[Stored data entries]
"""Quantities as people write them, `500 nm +/- 10 nm`, to numbers in canonical units; both are kept."""

from __future__ import annotations

import enum
import math
import re
import unicodedata
from dataclasses import dataclass

from builder.records.amounts import (
    AMOUNT,
    NUMBER,
    UNIT,
    FaultError,
    QuantityFault,
    amount,
    canonical,
    example_unit,
    not_a_number,
    number_of,
    unit_of,
)
from builder.records.unit_table import SIGNED, Dimension, find_unit, normal_spelling

__all__ = [
    "ALL_FORMS",
    "Dimension",
    "Form",
    "Quantity",
    "QuantityFault",
    "Sign",
    "example_unit",
    "parse_number",
    "parse_quantity",
]

_MAX_LENGTH = 80
"""Longest text looked at; a quantity is far shorter."""

_LIMIT = re.compile(r"(<=|>=|<|>)\s*(.*)")
_PLUS_MINUS = re.compile(r"\s*(?:\+/-|\+-|±)\s*")
_RANGE = re.compile(rf"({NUMBER})\s*({UNIT})??\s*(?:\.\.|(?<![eE])-|\bto\b)\s*({NUMBER})\s*({UNIT})?")
_RAISED = re.compile(r"[0-9][⁰¹²³⁴-⁹₀-₉½¼¾⅓⅔⅛]|[½¼¾⅓⅔⅛]")
"""Raised, lowered and broken digits beside digits: normalising would make 102 of 10²."""

_FRACTIONS = frozenset(
    {Dimension.PERCENT, Dimension.MASS_FRACTION, Dimension.VOLUME_FRACTION, Dimension.ATOMIC_FRACTION}
)


class Form(enum.StrEnum):
    """How a quantity is given."""

    VALUE = "value"  # one number, perhaps with +/-
    RANGE = "range"  # lowest and highest
    BELOW = "below"  # "< 5 nm/min": less than `high`
    ABOVE = "above"  # "> 5 nm/min": more than `low`


class Sign(enum.StrEnum):
    """Which numbers are allowed. A temperature is compared with absolute zero."""

    ANY = "any"
    NOT_NEGATIVE = "not-negative"
    POSITIVE = "positive"


ALL_FORMS = frozenset(Form)
_FORM_WORDS = {
    Form.VALUE: "a single number",
    Form.RANGE: "a range",
    Form.BELOW: "a limit",
    Form.ABOVE: "a limit",
}


@dataclass(frozen=True)
class Quantity:
    """
    A quantity as written and as numbers in the canonical unit of its dimension.

    `value` is set for one number, `low` and `high` for a range, `high` alone for "less than", `low`
    alone for "more than"; what is not stated is None, never 0. `half_width` (canonical unit, > 0) is
    what follows `+/-`: a standard uncertainty (k = 1) in runs and rates, a tolerance on a sample.
    `unit` is the symbol of the unit it was written in.
    """

    text: str
    dimension: Dimension
    unit: str
    form: Form
    value: float | None = None
    half_width: float | None = None
    low: float | None = None
    high: float | None = None

    @property
    def number(self) -> float:
        """
        Return the value of a quantity that the schema has admitted as one number only.

        Raises
        ------
        ValueError
            The quantity is a range or a limit; no single number stands for it.
        """
        if self.value is None:
            raise ValueError(f'"{self.text}" is a {self.form}, not one number')
        return self.value


def parse_quantity(
    text: str, dimension: Dimension, *, forms: frozenset[Form] = ALL_FORMS, sign: Sign | None = None
) -> Quantity | QuantityFault:
    """
    Return the quantity a text states, or why it states none.

    Taken are `500 nm`, `500 nm +/- 10 nm`, `500 +/- 10 nm`, `500 nm ± 2 %`, `3.5 - 6.5 nm/min`,
    `3.5..6.5 nm/min`, `3.5 to 6.5 nm/min`, `< 5 nm/min`, `> 1000 A/min`. A range whose ends both
    carry units may mix them.

    Parameters
    ----------
    text:
        As written by a person; kept in `Quantity.text`.
    dimension:
        What is asked for; its canonical unit is that of the numbers returned.
    forms:
        The forms allowed, all by default.
    sign:
        The numbers allowed; by default any for the dimensions in `unit_table.SIGNED`, others not
        negative. Temperatures are held to 0 K.

    Source
    ------
    `records/unit_table.py`. Text and canonical value are checked against pint in the tests.
    """
    if sign is None:
        sign = Sign.ANY if dimension in SIGNED else Sign.NOT_NEGATIVE
    try:
        quantity = _parse(text, dimension)
        if quantity.form not in forms:
            message = f'"{text}": {_FORM_WORDS[quantity.form]} is not allowed here'
            raise FaultError("form-not-allowed", message, "give a single number with its unit")
        _check_sign(quantity, sign)
    except FaultError as error:
        return error.fault
    return quantity


def parse_number(text: str, *, sign: Sign = Sign.ANY) -> float | QuantityFault:
    """
    Return a bare decimal number, for table columns whose name ends in the unit (`before_nm`).

    Digits, one point, an exponent; no unit, no decimal comma, nothing else.
    """
    try:
        value = number_of(text.strip().replace("\N{MINUS SIGN}", "-"), text)
    except FaultError as error:
        return error.fault
    if value < 0 and sign is not Sign.ANY:
        return QuantityFault("negative", f'"{text}" is below zero')
    if value == 0 and sign is Sign.POSITIVE:
        return QuantityFault("not-positive", f'"{text}" must be more than zero')
    return value


def _parse(text: str, dimension: Dimension) -> Quantity:
    simple = AMOUNT.fullmatch(text)
    if simple and simple[2] and (unit := find_unit(simple[2], dimension)):
        value = canonical(number_of(simple[1], text), unit, text)
        return Quantity(text, dimension, unit.symbol, Form.VALUE, value=value)
    plain = _normal_text(text)
    if limit := _LIMIT.fullmatch(plain):
        value, unit = amount(limit[2], dimension, text)
        if limit[1].startswith("<"):
            return Quantity(text, dimension, unit.symbol, Form.BELOW, high=value)
        return Quantity(text, dimension, unit.symbol, Form.ABOVE, low=value)
    parts = _PLUS_MINUS.split(plain)
    if len(parts) > 2:
        raise not_a_number(plain, text)
    if len(parts) == 2:
        return _with_tolerance(parts[0], parts[1], dimension, text)
    if match := _RANGE.fullmatch(plain):
        return _range(match, dimension, text)
    value, unit = amount(plain, dimension, text)
    return Quantity(text, dimension, unit.symbol, Form.VALUE, value=value)


def _normal_text(text: str) -> str:
    if len(text) > _MAX_LENGTH:
        raise FaultError("not-a-number", f'"{text[:_MAX_LENGTH]}..." is too long for a quantity')
    if _RAISED.search(text):
        raise FaultError("not-a-number", f'"{text}" holds raised or broken digits', 'write "1e2" or "0.5"')
    plain = unicodedata.normalize("NFKC", text.replace("º", "°"))
    for dash in "\N{MINUS SIGN}\N{EN DASH}\N{HYPHEN}":
        plain = plain.replace(dash, "-")
    return plain.replace("≤", "<=").replace("≥", ">=").strip()


def _range(match: re.Match[str], dimension: Dimension, text: str) -> Quantity:
    high_unit = unit_of(match[4], dimension, text)
    low_unit = high_unit if match[2] is None else unit_of(match[2], dimension, text)
    low = canonical(number_of(match[1], text), low_unit, text)
    high = canonical(number_of(match[3], text), high_unit, text)
    if low > high:
        raise FaultError("range-reversed", f'"{text}" starts above its end')
    return Quantity(text, dimension, high_unit.symbol, Form.RANGE, low=low, high=high)


def _with_tolerance(before: str, after: str, dimension: Dimension, text: str) -> Quantity:
    tolerance = AMOUNT.fullmatch(after)
    bare = re.fullmatch(NUMBER, before)
    if tolerance is None:
        raise not_a_number(after, text)
    spelling = tolerance[2]
    if bare and spelling is not None:
        unit = unit_of(spelling, dimension, text)
        value = canonical(number_of(before, text), unit, text)
    else:
        value, unit = amount(before, dimension, text)
    half_width = _half_width(number_of(tolerance[1], text), spelling, value, dimension, text)
    if not math.isfinite(half_width) or half_width <= 0:
        # A zero would claim exactness; who does not know the uncertainty leaves it out.
        raise FaultError("tolerance-not-positive", f'"{text}" needs a number above zero after +/-')
    return Quantity(text, dimension, unit.symbol, Form.VALUE, value=value, half_width=half_width)


def _half_width(number: float, spelling: str | None, value: float, dimension: Dimension, text: str) -> float:
    if spelling is not None and normal_spelling(spelling) == "%" and dimension is not Dimension.PERCENT:
        if dimension in _FRACTIONS or dimension is Dimension.TEMPERATURE:
            hint = f'give it in "{example_unit(dimension)}"'
            message = f'"{text}": a percentage of this can be read in two ways'
            raise FaultError("unit-mismatch", message, hint)
        return abs(value) * number / 100
    if dimension is Dimension.TEMPERATURE:
        dimension = Dimension.TEMPERATURE_DIFFERENCE
    return canonical(number, unit_of(spelling, dimension, text), text)


def _check_sign(quantity: Quantity, sign: Sign) -> None:
    if sign is Sign.ANY and quantity.dimension is not Dimension.TEMPERATURE:
        return
    numbers = [number for number in (quantity.value, quantity.low, quantity.high) if number is not None]
    if min(numbers) < 0:
        floor = "absolute zero" if quantity.dimension is Dimension.TEMPERATURE else "zero"
        raise FaultError("negative", f'"{quantity.text}" is below {floor}')
    # "Less than nothing" would claim that nothing at all was there: no measurement can say so.
    if quantity.high == 0 or (sign is Sign.POSITIVE and min(numbers) == 0):
        raise FaultError("not-positive", f'"{quantity.text}" must be more than zero')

◆ **Aim of the exercise**:
Word for word, restate the data above from its first line down to and including the line with "from dataclasses import dataclass".

◆ **Solution to this problem**:
"""Quantities as people write them, `500 nm +/- 10 nm`, to numbers in canonical units; both are kept."""

from __future__ import annotations

import enum
import math
import re
import unicodedata
from dataclasses import dataclass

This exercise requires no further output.